== PROBLEM ==
Show every line of the data below that includes the word "generator".

#####

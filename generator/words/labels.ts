import type { Words } from './words.ts'

/** A level of a factor, as the findings and the tables name it. */
export interface NamedLevel {
  readonly label: string
  readonly venue?: string
  readonly topic?: string
  readonly poster?: string
  readonly level?: string
}

/**
 * The label of a level. The account's own label is kept; a level that has none but its name (the poster classes,
 * a mention without a topic) is worded by the catalogue, if it knows the name.
 */
export function levelLabel(level: NamedLevel, words: Words): string {
  const name = level.venue ?? level.topic ?? level.poster ?? level.level ?? level.label
  const key = `level-${name}`
  return level.label === name && words.has(key) ? words.say(key) : level.label
}
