import { plainSpaces } from './spaces.ts'
import type { Words } from './words.ts'

/** A day as the locale writes it: `26 October 2026`. Days are calendar days, so no time zone can move them. */
export function date(iso: string, locale: string): string {
  return calendar(iso, locale, { day: 'numeric', month: 'long', year: 'numeric' })
}

/** From one day to another, no part said twice: `1 – 31 October 2026`, as the locale writes it. */
export function days({ start, end }: { readonly start: string, readonly end: string }, locale: string): string {
  const format = new Intl.DateTimeFormat(locale, { day: 'numeric', month: 'long', year: 'numeric', timeZone: 'UTC', calendar: 'gregory' })
  const range = format.formatRange(new Date(`${start}T00:00:00Z`), new Date(`${end}T00:00:00Z`))
  // a range may break at its dash
  return plainSpaces(range.replace(/\u2009(?=\u2013)|(?<=\u2013)\u2009/g, ' '))
}

/** A day for a column: `26 Oct 2026`. */
export function shortDate(iso: string, locale: string): string {
  return calendar(iso, locale, { day: 'numeric', month: 'short', year: 'numeric' })
}

/**
 * A period's name as people say it.
 *
 * @param name - `2026-10`, `2026-Q4` or `2026-W44`; any other text is returned as it is
 */
export function period(name: string, words: Words): string {
  const { year, kind, part } = partsOf(name)
  if (!year || !part) return name
  if (kind === 'Q') return words.say('period-quarter', { quarter: part, year })
  if (kind === 'W') return words.say('period-week', { week: String(Number(part)), year })
  return calendar(`${name}-01`, words.locale, { month: 'long', year: 'numeric' })
}

/** When something was, as an adverb of time: `in October 2026`; languages differ in the preposition of a month, a quarter and a week. */
export function when(name: string, words: Words): string {
  const { year, kind = '' } = partsOf(name)
  return words.say('when', { kind: year === undefined ? 'other' : kindNames[kind] ?? 'month', period: period(name, words) })
}

const kindNames: Readonly<Record<string, string>> = { Q: 'quarter', W: 'week' }

function partsOf(name: string): { readonly year?: string, readonly kind?: string, readonly part?: string } {
  return /^(?<year>\d{4})-(?<kind>[QW]?)(?<part>\d{1,2})$/.exec(name)?.groups ?? {}
}

function calendar(iso: string, locale: string, style: Intl.DateTimeFormatOptions): string {
  return plainSpaces(new Intl.DateTimeFormat(locale, { ...style, timeZone: 'UTC', calendar: 'gregory' }).format(new Date(`${iso}T00:00:00Z`)))
}
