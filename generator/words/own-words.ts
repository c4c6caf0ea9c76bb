import { closest } from 'fastest-levenshtein'
import type { IntlMessageFormat } from 'intl-messageformat'
import { readPlacedYaml } from '../account/yaml-places.ts'
import { faultOf } from '../faults/catalogue.ts'
import { InputFault, type Fault } from '../faults/fault.ts'
import { argumentsOf, usesOf } from './message-arguments.ts'
import { compile, type OwnWords, type Words } from './words.ts'

/** Forms of numbers that decide plurals; every other form writes text. */
const countingForms: readonly unknown[] = ['plain', 'length']

/**
 * Read an account's own words: messages of the house said otherwise, and new ones for a template of its own.
 *
 *     keyfigure-opinion-label: Opinion, mix-adjusted
 *     our-line: { text: "Opinion moved by {change} points.", arguments: { change: { of: opinion.change.mean, as: change } } }
 *
 * A message of the house has its arguments from the house, of which it may leave some out; a new one declares its own as `sentences.yaml` does.
 *
 * @param source - the file's text, and how faults name it
 * @throws {InputFault} with everything that is wrong, each at its line and column
 */
export function readOwnWords(source: { readonly place: string, readonly text: string }, house: Words): OwnWords {
  const { value, places, faults } = readPlacedYaml(source.text, source.place)
  if (faults.length > 0) throw new InputFault(faults)
  if (value === null) return { ...source, messages: {}, places, added: [] }
  if (!isMap(value)) throw new InputFault([faultOf('words-value', source.place, { actual: 'something else than a map', expected: 'messages by key' })])
  const entries = Object.entries(value)
  const wrong = entries.flatMap(([key, entry]) => checkEntry(key, entry, places[key] ?? source.place, house))
  if (wrong.length > 0) throw new InputFault(wrong)
  return {
    ...source, places, added: entries.map(([key]) => key).filter((key) => !house.has(key)),
    messages: Object.fromEntries(entries.map(([key, entry]) => [key, textOf(entry) ?? ''])),
  }
}

function checkEntry(key: string, entry: unknown, place: string, house: Words): readonly Fault[] {
  const text = textOf(entry)
  if (!/^[a-z0-9_-]+$/i.test(key)) return [faultOf('words-value', place, { actual: `key \`${key}\``, expected: 'a key of letters, digits, hyphens and underscores' })]
  if (text === undefined) return [faultOf('words-value', place, { actual: 'something else than a text', expected: 'a text in quotes, or for a new message `text` and `arguments`' })]
  if (house.has(key) && typeof entry !== 'string') return [faultOf('words-value', place, { actual: '`arguments` of a message of the house', expected: `a text: it has ${listed(house.argumentsOf(key))} from the house` })]
  const message = compiled(key, text, house.locale)
  if (typeof message === 'string') return [faultOf('words-message-invalid', place, { key, reason: message })]
  return house.has(key) ? checkArguments(key, message, house.argumentsOf(key), house.countsOf(key), place) : checkArguments(key, message, ...declared(entry), place)
}

function checkArguments(key: string, message: IntlMessageFormat, known: readonly string[], counts: readonly string[], place: string): readonly Fault[] {
  const unknown = argumentsOf(message.getAst()).filter((name) => !known.includes(name))
  const unfit = usesOf(message.getAst()).filter(({ name, use }) => known.includes(name) && (use === 'formatted' || (use === 'plural' && !counts.includes(name))))
  return [
    ...unknown.map((name) => faultOf('words-argument-unknown', place, { key, name, known, nearest: known.length === 0 ? null : closest(name, [...known]) })),
    ...[...new Set(unfit.map(({ name }) => name))].map((name) => faultOf('words-argument-unfit', place, { key, name, counts })),
  ]
}

/** Arguments that a new message declares, and those among them that are numbers. */
function declared(entry: unknown): [known: readonly string[], counts: readonly string[]] {
  const given = isMap(entry) && isMap(entry['arguments']) ? Object.entries(entry['arguments']) : []
  return [given.map(([name]) => name), given.filter(([, spec]) => isMap(spec) && countingForms.includes(spec['as'])).map(([name]) => name)]
}

function compiled(key: string, text: string, locale: string): IntlMessageFormat | string {
  try {
    return compile(key, text, locale)
  } catch (error) {
    return error instanceof Error && error.cause instanceof Error ? error.cause.message : String(error)
  }
}

function textOf(entry: unknown): string | undefined {
  if (typeof entry === 'string') return entry
  const known = isMap(entry) && Object.keys(entry).every((key) => key === 'text' || key === 'arguments')
  return known && typeof entry['text'] === 'string' ? entry['text'] : undefined
}

function isMap(value: unknown): value is Readonly<Record<string, unknown>> {
  return typeof value === 'object' && value !== null && !Array.isArray(value)
}

function listed(names: readonly string[]): string {
  return names.length === 0 ? 'no arguments' : `its arguments ${names.join(', ')}`
}
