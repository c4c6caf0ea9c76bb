import { date, period, shortDate } from './dates.ts'
import { levelLabel } from './labels.ts'
import { change, count, interval, number, points, probability, probabilityBand, probabilityFigure, share, shareInColumn, size, sizeInterval } from './numbers.ts'
import type { WordArgument, Words } from './words.ts'

/** What a form is made from. */
export type Kind = 'number' | 'string' | 'estimate' | 'list' | 'level' | 'any'

export interface Form {
  readonly from: Kind
  /** The value has been found to be of the kind `from`, or is null. */
  readonly write: (value: never, words: Words) => WordArgument
}

const ofNumber = (write: (value: number, words: Words) => WordArgument): Form => ({ from: 'number', write })
const ofString = (write: (value: string, words: Words) => WordArgument): Form => ({ from: 'string', write })
const ofBounds = (write: (value: Bounds, words: Words) => WordArgument): Form => ({ from: 'estimate', write })
const ofList = (write: (value: readonly unknown[], words: Words) => WordArgument): Form => ({ from: 'list', write })

interface Bounds { readonly low: number, readonly high: number }

/** Every form that a figure can take; a template names one by `as`. */
export const forms = {
  points: ofNumber((value, words) => points(value, words.locale)),
  change: ofNumber((value, words) => change(value, words.locale)),
  size: ofNumber(size),
  count: ofNumber((value, words) => count(value, words.locale)),
  number: ofNumber((value, words) => number(value, words.locale)),
  share: ofNumber((value, words) => share(value, words.locale)),
  'column-share': ofNumber((value, words) => shareInColumn(value, words.locale)),
  probability: ofNumber(probability),
  'probability-words': ofNumber((value, words) => words.say('probability-words', { band: probabilityBand(value) })),
  'probability-figure': ofNumber(probabilityFigure),
  /** For choosing a case: `up`, `down`, or `flat` where one decimal shows nothing. */
  sign: ofNumber(signOf),
  /** The bare number, for plurals and exact cases. */
  plain: ofNumber((value) => value),
  interval: ofBounds((value, words) => interval(value, points, words)),
  'change-interval': ofBounds((value, words) => interval(value, change, words)),
  'size-interval': ofBounds(sizeInterval),
  date: ofString((value, words) => date(value, words.locale)),
  'short-date': ofString((value, words) => shortDate(value, words.locale)),
  period: ofString(period),
  /** A number that names something, ungrouped: a seed. */
  digits: ofNumber((value) => String(value)),
  text: ofString((value) => value),
  /** A factor's name: `venue` is worded, one that the account adds stays as it is. */
  factor: ofString(factorName),
  /** The factor that a part of a decomposition is the mix of: `segment_mix` is that of segment. */
  'mix-factor': ofString((value, words) => factorName(value.replace(/_mix$/, ''), words)),
  /** A value of the findings that chooses a case of a message: text, truth or nothing (`none`); ICU allows no hyphen there. */
  code: { from: 'any', write: (value: unknown) => value === null || value === undefined ? 'none' : String(value).replaceAll('-', '_') } satisfies Form,
  /** The label of a venue, topic, poster class or other level. */
  label: { from: 'level', write: (value: Parameters<typeof levelLabel>[0], words: Words) => levelLabel(value, words) } satisfies Form,
  list: ofList((value, words) => new Intl.ListFormat(words.locale, { style: 'long', type: 'conjunction' }).format(value.map(String))),
  length: ofList((value) => value.length),
} as const satisfies Readonly<Record<string, Form>>

export type FormName = keyof typeof forms
export const formNames = Object.keys(forms) as readonly FormName[]

export function isFormName(name: string): name is FormName {
  return Object.hasOwn(forms, name)
}

function factorName(factor: string, words: Words): string {
  return words.has(`factor-${factor}`) ? words.say(`factor-${factor}`) : factor
}

/** What one decimal shows of a number's direction. */
export function signOf(value: number): 'up' | 'down' | 'flat' {
  if (Math.abs(value) < 0.05) return 'flat'
  return value > 0 ? 'up' : 'down'
}

/**
 * Write a value of the findings in a form.
 *
 * @returns the wording of "not known" where the value is null or not of the form's kind; so it is total
 */
export function write(value: unknown, form: FormName, words: Words): WordArgument {
  const { from, write: toWords } = forms[form]
  return fits(value, from) ? toWords(value as never, words) : words.say('not-known')
}

function fits(value: unknown, kind: Kind): boolean {
  if (kind === 'any') return true
  if (kind === 'list') return Array.isArray(value)
  if (kind === 'number' || kind === 'string') return typeof value === kind
  if (typeof value !== 'object' || value === null) return false
  return kind === 'estimate' ? 'low' in value && 'high' in value : 'label' in value
}
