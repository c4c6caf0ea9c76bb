import type { Words } from './words.ts'

/** A day as the locale writes it: `26 October 2026`. Days are calendar days, so no time zone can move them. */
export function date(iso: string, locale: string): string {
  return calendar(iso, locale, { day: 'numeric', month: 'long', year: 'numeric' })
}

/** From one day to another, no part said twice: `1 – 31 October 2026`, as the locale writes it. */
export function days({ start, end }: { readonly start: string, readonly end: string }, locale: string): string {
  const format = new Intl.DateTimeFormat(locale, { day: 'numeric', month: 'long', year: 'numeric', timeZone: 'UTC', calendar: 'gregory' })
  // Intl parts the dash by thin spaces, which the embedded font lacks
  return format.formatRange(new Date(`${start}T00:00:00Z`), new Date(`${end}T00:00:00Z`)).replace(/\u2009/g, ' ')
}

/** A day for a column: `26 Oct 2026`. */
export function shortDate(iso: string, locale: string): string {
  return calendar(iso, locale, { day: 'numeric', month: 'short', year: 'numeric' })
}

/**
 * A period's name as people say it.
 *
 * @param name - `2026-10`, `2026-Q4` or `2026-W44`; any other text is returned as it is
 */
export function period(name: string, words: Words): string {
  const [, year, kind, part] = /^(\d{4})-([QW]?)(\d{1,2})$/.exec(name) ?? []
  if (!year || !part) return name
  if (kind === 'Q') return words.say('period-quarter', { quarter: part, year })
  if (kind === 'W') return words.say('period-week', { week: String(Number(part)), year })
  return calendar(`${name}-01`, words.locale, { month: 'long', year: 'numeric' })
}

function calendar(iso: string, locale: string, style: Intl.DateTimeFormatOptions): string {
  return new Intl.DateTimeFormat(locale, { ...style, timeZone: 'UTC', calendar: 'gregory' }).format(new Date(`${iso}T00:00:00Z`))
}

#####

== TASK OUTPUT ==
filename generator/words/labels.ts
filename generator/words/own-words.ts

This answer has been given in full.